Lion lo miró. Elian hablaba con esa serenidad que sólo tienen las personas que han hecho las paces con algo terrible. Como si supiera algo que él no. Como si la muerte ya no fuera un monstruo, sino un visitante que llega sin tocar la puerta, pero al que uno aprende a mirar a los ojos.

—No me hables así, Elian.

—¿Así cómo?

—Como si ya te hubieras despedido.

—No lo he hecho —susurró Elian—. Todavía no.

Todavía no.

El reloj en la pared marcaba las 8:47. Afuera, el día empezaba a moverse con autos, niños, gente que vivía como si tuviera asegurado el futuro. Dentro de ese pequeño departamento, dos hermanos intentaban que el mundo no se les deshiciera en las manos.
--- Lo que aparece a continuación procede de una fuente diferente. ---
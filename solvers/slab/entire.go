package slab

import "math"

// The field of a layer is made of the entire functions
//
//	f[0] = cos x,  f[1] = sin x / x,  f[n+1] = j_n(x) / x^n,   x^2 = z,
//
// with j_n the spherical Bessel functions (DLMF 10.49, 10.51): real for real
// z of either sign, smooth through z = 0, and each the derivative of the one
// before, df[n]/dz = -f[n+1]/2. All are scaled by exp(-|Im x|).

// smallArgument is the |z| up to which the two highest functions are summed
// as power series and the others follow by downward recurrence; beyond, the
// first two are elementary and upward recurrence is stable.
const smallArgument = 4.0

// powers holds the coefficients of f[3] and f[4] as power series in z:
// j_n(x)/x^n = sum (-z/2)^k / (k! (2n+1+2k)!!).
var powers = bothPowers()

func bothPowers() (p [2][12]float64) {
	for i := range p {
		n := float64(2 + i)
		c := 1 / 15.0
		if i == 1 {
			c = 1 / 105.0
		}
		for k := range p[i] {
			p[i][k] = c
			c *= -0.5 / (float64(k+1) * (2*n + 3 + 2*float64(k)))
		}
	}
	return p
}

// entire evaluates the functions and the factor they are scaled by.
func entire[T scalar](z T) (f [5]T, factor float64) {
	switch v := any(z).(type) {
	case float64:
		g, s := entireReal(v)
		return *any(&g).(*[5]T), s
	case complex128:
		g, s := entireComplex(v)
		return *any(&g).(*[5]T), s
	}
	return f, 1
}

// trig is the functions at a film's z, kept because several passes need them there.
type trig[T scalar] struct {
	z, factor T
	f         [5]T
}

// trig gives the functions of film i at z.
func (q *line[T]) trig(i int, z T) *trig[T] {
	t := &q.trigs[i]
	if t.z != z || t.factor == 0 {
		f, factor := entire(z)
		*t = trig[T]{z: z, factor: num[T](factor), f: f}
	}
	return t
}

func entireReal(z float64) (f [5]float64, factor float64) {
	if math.Abs(z) < smallArgument {
		return smallReal(z), 1
	}
	factor = 1
	if z > 0 {
		x := math.Sqrt(z)
		s, c := math.Sincos(x)
		f[0], f[1] = c, s/x
	} else {
		x := math.Sqrt(-z)
		e := math.Exp(-x)
		f[0], f[1] = 0.5+0.5*e*e, (0.5-0.5*e*e)/x
		factor = e
	}
	i := 1 / z
	f[2] = (f[1] - f[0]) * i
	f[3] = (3*f[2] - f[1]) * i
	f[4] = (5*f[3] - f[2]) * i
	return f, factor
}

func smallReal(z float64) (f [5]float64) {
	p, q := &powers[0], &powers[1]
	a, b := p[11], q[11]
	for k := 10; k >= 0; k-- {
		a = a*z + p[k]
		b = b*z + q[k]
	}
	f[3], f[4] = a, b
	f[2] = 5*a - z*b
	f[1] = 3*f[2] - z*a
	f[0] = f[1] - z*f[2]
	return f
}

func entireComplex(z complex128) (f [5]complex128, factor float64) {
	if math.Abs(real(z))+math.Abs(imag(z)) < smallArgument {
		return smallComplex(z), 1
	}
	x := csqrt(z)
	c, s, factor := scaledSincos(x)
	i := 1 / z
	f[0], f[1] = c, s*(x*i)
	f[2] = (f[1] - f[0]) * i
	f[3] = (3*f[2] - f[1]) * i
	f[4] = (5*f[3] - f[2]) * i
	return f, factor
}

func smallComplex(z complex128) (f [5]complex128) {
	p, q := &powers[0], &powers[1]
	a, b := complex(p[11], 0), complex(q[11], 0)
	for k := 10; k >= 0; k-- {
		a = a*z + complex(p[k], 0)
		b = b*z + complex(q[k], 0)
	}
	f[3], f[4] = a, b
	f[2] = 5*a - z*b
	f[1] = 3*f[2] - z*a
	f[0] = f[1] - z*f[2]
	return f
}

// scaledSincos gives cos x and sin x times exp(-|Im x|), and that factor.
func scaledSincos(x complex128) (c, s complex128, factor float64) {
	y := math.Abs(imag(x))
	factor = math.Exp(-y)
	cosh, sinh := 0.5+0.5*factor*factor, 0.5-0.5*factor*factor
	if y < 1 { // the difference would lose digits
		sinh = -math.Expm1(-2*y) / 2
	}
	sinh = math.Copysign(sinh, imag(x))
	si, co := math.Sincos(real(x))
	return complex(co*cosh, -si*sinh), complex(si*cosh, co*sinh), factor
}
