import type { Area } from './areas';
import type { LaserInputs } from './evaluations';
import type { Emission, Laser, Quantity } from './lasers';
import { figure } from '../text/figure';
import { PROVENANCE_WORDS } from '../text/provenance-words';

type InputsOf = Pick<Laser, 'emissions' | 'emissionSets' | 'areaId' | 'beamPath'>;

/** The part of a laser's record that its evaluation rests on. */
export function laserInputsOf(
  laser: InputsOf,
  wallDistanceM: Area['wallDistanceM'] = undefined,
): LaserInputs {
  return {
    emissions: laser.emissions,
    emissionSets: laser.emissionSets,
    ...(laser.areaId ? { areaId: laser.areaId } : {}),
    ...(wallDistanceM !== undefined ? { wallDistanceM } : {}),
    ...(laser.beamPath ? { beamPath: laser.beamPath } : {}),
  };
}

/**
 * What the hash of the inputs is taken of: all of them but the text a number was typed as, since
 * "5 mW" and "0.005 W" are the same input.
 */
export function hashedInputs(inputs: LaserInputs): LaserInputs {
  return { ...inputs, emissions: inputs.emissions.map(withoutTexts) };
}

function withoutTexts(emission: Emission): Emission {
  const entries = Object.entries(emission).map(([field, value]) => {
    return [field, isQuantity(value) ? withoutText(value) : value] as const;
  });
  return Object.fromEntries(entries) as Emission;
}

function withoutText({ text: _typed, ...quantity }: Quantity): Quantity {
  return quantity;
}

function isQuantity(value: unknown): value is Quantity {
  return typeof value === 'object' && value !== null && 'value' in value && 'source' in value;
}

export interface InputChange {
  readonly field: string;
  readonly sealed: string;
  readonly today: string;
}

/** Every input that differs, in words: the field, what was sealed, what it is today. */
export function changedInputs(sealed: LaserInputs, today: LaserInputs): InputChange[] {
  const changes: InputChange[] = [];
  for (const before of sealed.emissions) {
    const after = today.emissions.find(({ id }) => id === before.id);
    const line = lineName(before);
    if (!after) changes.push({ field: line, sealed: 'on record', today: 'removed' });
    else changes.push(...changedFields(line, before, after));
  }
  for (const after of today.emissions) {
    if (!sealed.emissions.some(({ id }) => id === after.id)) {
      changes.push({ field: lineName(after), sealed: 'not on record', today: 'added' });
    }
  }
  pushIfDifferent(changes, 'Sets of lines', setsText(sealed), setsText(today));
  // The id of an area says nothing to a reader: the place is told as changed, not as what.
  if (sealed.areaId !== today.areaId) {
    changes.push({ field: 'Area', sealed: 'the area as evaluated', today: 'another area' });
  }
  pushIfDifferent(changes, 'Distance to the wall', wallText(sealed), wallText(today));
  pushIfDifferent(changes, 'Beam path', sealed.beamPath ?? NONE, today.beamPath ?? NONE);
  return changes;
}

const NONE = 'not given';

/** "532 nm", or "690–1040 nm" with the label in front when there is one. */
export function lineName(emission: Emission): string {
  const from = figure(emission.wavelengthNm.value);
  const to = emission.wavelengthToNm ? `–${figure(emission.wavelengthToNm.value)}` : '';
  const line = `${from}${to} nm`;
  return emission.label ? `${emission.label}, ${line}` : line;
}

function changedFields(line: string, before: Emission, after: Emission): InputChange[] {
  const changes: InputChange[] = [];
  const fields = new Set([...Object.keys(before), ...Object.keys(after)]) as Set<keyof Emission>;
  for (const field of fields) {
    pushIfDifferent(
      changes,
      `${line}: ${words(field)}`,
      valueText(field, before[field]),
      valueText(field, after[field]),
    );
  }
  return changes;
}

function pushIfDifferent(
  changes: InputChange[],
  field: string,
  sealed: string,
  today: string,
): void {
  if (sealed !== today) changes.push({ field, sealed, today });
}

const UNITS: readonly (readonly [suffix: string, unit: string])[] = [
  ['Mrad', 'mrad'],
  ['Nm', 'nm'],
  ['Mm', 'mm'],
  ['Um', 'µm'],
  ['Hz', 'Hz'],
  ['W', 'W'],
  ['J', 'J'],
  ['S', 's'],
  ['M', 'm'],
];

function unitOf(field: string): readonly [suffix: string, unit: string] {
  return UNITS.find(([suffix]) => field.endsWith(suffix)) ?? ['', ''];
}

/** "pulseEnergyJ" as "pulse energy". */
function words(field: string): string {
  const [suffix] = unitOf(field);
  const name = suffix ? field.slice(0, -suffix.length) : field;
  return name.replace(/[A-Z]/g, (capital) => ` ${capital.toLowerCase()}`);
}

/** Unrounded, so that any difference shows. */
function valueText(field: string, value: unknown): string {
  if (value === undefined) return NONE;
  const [, unit] = unitOf(field);
  const number = isQuantity(value) ? value.value : value;
  const text = unit ? `${String(number)} ${unit}` : String(number);
  if (!isQuantity(value)) return text;
  const uncertainty = value.uncertaintyPct === undefined ? '' : ` ± ${value.uncertaintyPct} %`;
  const calibrated = value.calibratedOn ? `, meter calibrated ${value.calibratedOn}` : '';
  return `${text}${uncertainty} (${PROVENANCE_WORDS[value.source]}${calibrated})`;
}

function setsText(inputs: LaserInputs): string {
  const names = new Map(inputs.emissions.map((emission) => [emission.id, lineName(emission)]));
  const sets = inputs.emissionSets.map(
    (set) => `${set.name}: ${set.emissionIds.map((id) => names.get(id) ?? id).join(' + ')}`,
  );
  return sets.length > 0 ? sets.join('; ') : 'none';
}

function wallText(inputs: LaserInputs): string {
  return inputs.wallDistanceM === undefined ? NONE : `${inputs.wallDistanceM} m`;
}
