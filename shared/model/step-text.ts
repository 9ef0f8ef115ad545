import type { Step } from '../hazard/result';
import { UNIT_SPACE } from './quantity-format';

const PRINTED_UNITS: Readonly<Record<string, string>> = {
  '1': '',
  'J/m2': 'J/m²',
  'W/m2': 'W/m²',
  m2: 'm²',
  '1/m': '1/m',
};

/** The unit of a step as it is printed; empty for a bare number. */
export function stepUnit({ unit }: Pick<Step, 'unit'>): string {
  return PRINTED_UNITS[unit] ?? unit;
}

/** The value of a step to seven digits: enough to go on by hand. */
export function stepValue({ value }: Pick<Step, 'value'>): string {
  const rounded = Number(value.toPrecision(7));
  const size = Math.abs(rounded);
  if (size !== 0 && (size < 1e-3 || size >= 1e7)) return powerText(rounded.toExponential());
  return String(rounded).replace('-', '−');
}

/** A formula whose numbers have at most ten digits; all of them stay with the step itself. */
export function shortened(formula: string): string {
  return formula.replace(/(?<![A-Za-z_\d.])\d+(?:\.\d+)?(?:e[+-]?\d+)?/gi, (number) => {
    const digits = number.replace(/e.*$/i, '').replace('.', '').replace(/^0+/, '');
    return digits.length <= 10 ? number : String(Number(Number(number).toPrecision(10)));
  });
}

function powerText(exponential: string): string {
  const [mantissa = '', exponent = ''] = exponential.replace('+', '').split('e');
  const raised = exponent.replace(/[-\d]/g, (c) => '⁰¹²³⁴⁵⁶⁷⁸⁹⁻'.charAt('0123456789-'.indexOf(c)));
  return `${mantissa.replace('-', '−')}${UNIT_SPACE}×${UNIT_SPACE}10${raised}`;
}
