/** What a number measures. */
export type Dimension =
  | 'length'
  | 'power'
  | 'energy'
  | 'time'
  | 'frequency'
  | 'angle'
  | 'irradiance'
  | 'radiant exposure'
  | 'ratio'
  | 'attenuation';

/** A unit as it may be typed: SI value = number × factor × 10^exponent. */
export interface Unit {
  readonly symbol: string;
  readonly dimension: Dimension;
  readonly exponent: number;
  /** 1, except for minutes, hours, days and degrees. */
  readonly factor: number;
  /** The unit that a slip of the shift key turns into this one: MW for mW. Asked about. */
  readonly slipOf?: string;
}

/** A kind of field: what it measures and the unit that its contract name ends in. */
export interface Kind {
  readonly dimension: Dimension;
  /** Unit of the value in the contract, and of a number typed without one. */
  readonly unit: string;
  readonly allowed: string;
  readonly example: string;
  readonly from: 'positive' | 'zero' | 'any';
}

const LENGTHS = 'nm, µm, mm, cm, m, km';

// prettier-ignore
export const KINDS = {
  wavelength: { dimension: 'length', unit: 'nm', allowed: 'nm, µm, mm', example: '532 nm', from: 'positive' },
  power: { dimension: 'power', unit: 'W', allowed: 'nW, µW, mW, W, kW, MW', example: '5 mW', from: 'positive' },
  energy: { dimension: 'energy', unit: 'J', allowed: 'nJ, µJ, mJ, J, kJ', example: '10 mJ', from: 'positive' },
  duration: { dimension: 'time', unit: 's', allowed: 'fs, ps, ns, µs, ms, s, min, h', example: '10 ns', from: 'positive' },
  rate: { dimension: 'frequency', unit: 'Hz', allowed: 'Hz, kHz, MHz, GHz', example: '20 Hz', from: 'positive' },
  diameter: { dimension: 'length', unit: 'mm', allowed: 'µm, mm, cm, m', example: '2.3 mm', from: 'positive' },
  micrometers: { dimension: 'length', unit: 'µm', allowed: 'nm, µm, mm', example: '50 µm', from: 'positive' },
  distance: { dimension: 'length', unit: 'm', allowed: LENGTHS, example: '9.5 m', from: 'positive' },
  position: { dimension: 'length', unit: 'm', allowed: LENGTHS, example: '-0.2 m', from: 'any' },
  divergence: { dimension: 'angle', unit: 'mrad', allowed: 'µrad, mrad, rad, °', example: '1.5 mrad', from: 'positive' },
  degrees: { dimension: 'angle', unit: '°', allowed: '°, mrad, rad', example: '30°', from: 'zero' },
  irradiance: { dimension: 'irradiance', unit: 'W/m²', allowed: 'W/m², W/cm², mW/cm²', example: '25.4 W/m²', from: 'positive' },
  'radiant-exposure': { dimension: 'radiant exposure', unit: 'J/m²', allowed: 'J/m², J/cm², mJ/cm²', example: '30 J/m²', from: 'positive' },
  percent: { dimension: 'ratio', unit: '%', allowed: '%', example: '10 %', from: 'zero' },
  attenuation: { dimension: 'attenuation', unit: '1/km', allowed: '1/km, 1/m', example: '0.1 1/km', from: 'zero' },
} as const satisfies Record<string, Kind>;

export type QuantityKind = keyof typeof KINDS;

export const DIMENSION_WORDS: Readonly<Record<Dimension, string>> = {
  length: 'a length',
  power: 'a power',
  energy: 'an energy',
  time: 'a duration',
  frequency: 'a frequency',
  angle: 'an angle',
  irradiance: 'an irradiance',
  'radiant exposure': 'a radiant exposure',
  ratio: 'a ratio',
  attenuation: 'an attenuation',
};

const PREFIXES: readonly (readonly [prefix: string, exponent: number])[] = [
  ['f', -15],
  ['p', -12],
  ['n', -9],
  ['µ', -6],
  ['m', -3],
  ['', 0],
  ['k', 3],
  ['M', 6],
  ['G', 9],
  ['T', 12],
];

/** The prefix that a slip of the shift key gives, and the one then meant, by base unit. */
const SLIPS: Readonly<Record<string, readonly [typed: string, meant: string]>> = {
  W: ['M', 'm'],
  J: ['M', 'm'],
  m: ['M', 'm'],
  s: ['M', 'm'],
  rad: ['M', 'm'],
  Hz: ['m', 'M'],
};

export const UNITS: readonly Unit[] = [
  ...prefixed('W', 'power'),
  ...prefixed('J', 'energy'),
  ...prefixed('s', 'time'),
  ...prefixed('Hz', 'frequency'),
  ...prefixed('m', 'length'),
  ...prefixed('rad', 'angle'),
  ...perArea('W', 'irradiance'),
  ...perArea('J', 'radiant exposure'),
  plain('cm', 'length', -2),
  plain('Å', 'length', -10),
  { ...plain('min', 'time', 0), factor: 60 },
  { ...plain('h', 'time', 0), factor: 3600 },
  { ...plain('d', 'time', 0), factor: 86_400 },
  { ...plain('°', 'angle', 0), factor: Math.PI / 180 },
  plain('%', 'ratio', -2),
  plain('1/km', 'attenuation', -3),
  plain('1/m', 'attenuation', 0),
];

const BY_SYMBOL = new Map(UNITS.map((unit) => [unit.symbol, unit]));

/** Other spellings of a whole unit. */
const SPELLINGS: Readonly<Record<string, string>> = {
  sec: 's',
  second: 's',
  seconds: 's',
  minute: 'min',
  minutes: 'min',
  hr: 'h',
  hour: 'h',
  hours: 'h',
  day: 'd',
  days: 'd',
  deg: '°',
  degree: '°',
  degrees: '°',
  watt: 'W',
  watts: 'W',
  joule: 'J',
  joules: 'J',
  pct: '%',
  percent: '%',
  micron: 'µm',
  microns: 'µm',
  '1/s': 'Hz',
  's^-1': 'Hz',
  '/km': '1/km',
  'km^-1': '1/km',
  '/m': '1/m',
  'm^-1': '1/m',
};

/** The unit with this symbol; undefined when there is none. */
export function unitOf(symbol: string): Unit | undefined {
  return BY_SYMBOL.get(symbol);
}

/** The unit that `typed` spells, whatever dimension; case counts. */
export function findUnit(typed: string): Unit | undefined {
  const spelled = spell(typed);
  const symbol = SPELLINGS[spelled] ?? spelled;
  return BY_SYMBOL.get(symbol) ?? BY_SYMBOL.get(symbol.replace(/^K/, 'k'));
}

/** Units of one dimension that differ from `typed` in upper and lower case only. */
export function unitsButForCase(typed: string, dimension: Dimension): readonly Unit[] {
  const spelled = spell(typed).toLowerCase();
  return UNITS.filter(
    (unit) => unit.dimension === dimension && unit.symbol.toLowerCase() === spelled,
  );
}

/** One way to write each unit: µ for micro, ² for squared, a slash for per. */
function spell(typed: string): string {
  return typed
    .replace(/[\s\u202f\u2009\u00a0]+/g, ' ')
    .trim()
    .replace(/[uμ](?=W|J|s|m|rad|Hz)/g, 'µ')
    .replace(/[º˚]/g, '°')
    .replace(/⁻¹|\^?\(?[-−]1\)?$/, '^-1')
    .replace(/[ ·*.]?(c?m) ?(?:⁻²|\^?\(?[-−]2\)?)$/, '/$1²')
    .replace(/ ?\/ ?/, '/')
    .replace(/(\/c?m)(?:\^?2|\*\*2)$/, '$1²')
    .replace(/\/sq\.? ?(c?m)$/, '/$1²');
}

function prefixed(base: string, dimension: Dimension): Unit[] {
  const [typed, meant] = SLIPS[base] ?? [];
  return PREFIXES.map(([prefix, exponent]) => ({
    ...plain(prefix + base, dimension, exponent),
    ...(prefix === typed && meant !== undefined ? { slipOf: meant + base } : {}),
  }));
}

function perArea(base: string, dimension: Dimension): Unit[] {
  return PREFIXES.flatMap(([prefix, exponent]) => [
    plain(`${prefix}${base}/m²`, dimension, exponent),
    plain(`${prefix}${base}/cm²`, dimension, exponent + 4),
    plain(`${prefix}${base}/mm²`, dimension, exponent + 6),
  ]);
}

function plain(symbol: string, dimension: Dimension, exponent: number): Unit {
  return { symbol, dimension, exponent, factor: 1 };
}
Elian terminó el té con lentitud.
Lion observaba su forma de sostener la taza: con ambas manos, como si el calor fuera lo único que lo mantenía unido.

Había aprendido a mirar los detalles.
A identificar los días malos desde el primer bostezo.
A traducir los gestos en síntomas, en alarmas, en necesidades.

Ser el hermano menor ya no significaba ser el más pequeño.
Significaba estar de pie cuando el otro caía.

Significaba aprender a amar con miedo, con fuerza, con ternura feroz.

Cuando terminaron de desayunar, Lion lavó los platos sin que se lo pidieran. Elian lo observó desde la mesa, medio dormido, medio ausente.

—¿Lion?

—¿Sí?

—Gracias por el pan... aunque quemado.

—De nada. Mañana intento envenenarte directamente.

—Te amo, hermano.

—Y yo a ti. Más de lo que sé decir.

Ese fue un día normal.
Uno más en la cuenta regresiva que ninguno de los dos se atrevía a nombrar.
Un día de pan tostado, medicinas, bromas tontas, y amor.
Un día como tantos.
Un día que, más adelante, Lion recordaría con lágrimas.

Porque a veces, la vida es eso.
Un desayuno.
Una risa.
Y alguien que se queda, incluso cuando ya está empezando a irse.